Search the listing below for the word "columns" and copy each line where it appears.

────

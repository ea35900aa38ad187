//! Helpers shared by the integration tests.
#![allow(dead_code)]

use knotwise::data::{Column, ColumnData, Frame};
use std::path::PathBuf;

/// Path under the crate root.
pub fn root(rel: &str) -> PathBuf {
    PathBuf::from(env!("CARGO_MANIFEST_DIR")).join(rel)
}

/// Read a committed JSON file.
pub fn json(rel: &str) -> serde_json::Value {
    let text = std::fs::read_to_string(root(rel)).unwrap_or_else(|e| panic!("{rel}: {e}"));
    serde_json::from_str(&text).unwrap()
}

/// f64 vector from a JSON array.
pub fn vecf(v: &serde_json::Value) -> Vec<f64> {
    v.as_array().unwrap().iter().map(|x| x.as_f64().unwrap()).collect()
}

/// A frame of numeric columns (rows numbered from line 2).
pub fn numeric_frame(cols: &[(&str, Vec<f64>)]) -> Frame {
    let n = cols[0].1.len();
    Frame {
        n_read: n,
        columns: cols
            .iter()
            .map(|(name, v)| Column { name: name.to_string(), data: ColumnData::Numeric(v.clone()) })
            .collect(),
        lines: (0..n as u64).map(|i| i + 2).collect(),
        ids: (0..n).map(|i| (i + 1).to_string()).collect(),
        dropped: vec![],
        missing_per_column: vec![],
        warnings: vec![],
        sha256: String::new(),
        header: cols.iter().map(|(n, _)| n.to_string()).collect(),
    }
}

/// Relative closeness with a floor of 1 on the scale.
pub fn assert_close(got: f64, want: f64, tol: f64, what: &str) {
    let scale = want.abs().max(1.0);
    assert!((got - want).abs() <= tol * scale, "{what}: got {got}, want {want} (tol {tol})");
}

/// Deterministic pseudo-random numbers for invented test data (a 64-bit LCG; Knuth MMIX constants).
pub struct Lcg(pub u64);
impl Lcg {
    pub fn uniform(&mut self) -> f64 {
        self.0 = self.0.wrapping_mul(6364136223846793005).wrapping_add(1442695040888963407);
        ((self.0 >> 11) as f64 + 0.5) / (1u64 << 53) as f64
    }
    pub fn normal(&mut self) -> f64 {
        let u1 = self.uniform();
        let u2 = self.uniform();
        (-2.0 * u1.ln()).sqrt() * (2.0 * std::f64::consts::PI * u2).cos()
    }
}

────

## Final answer
/// A frame of numeric columns (rows numbered from line 2).
        columns: cols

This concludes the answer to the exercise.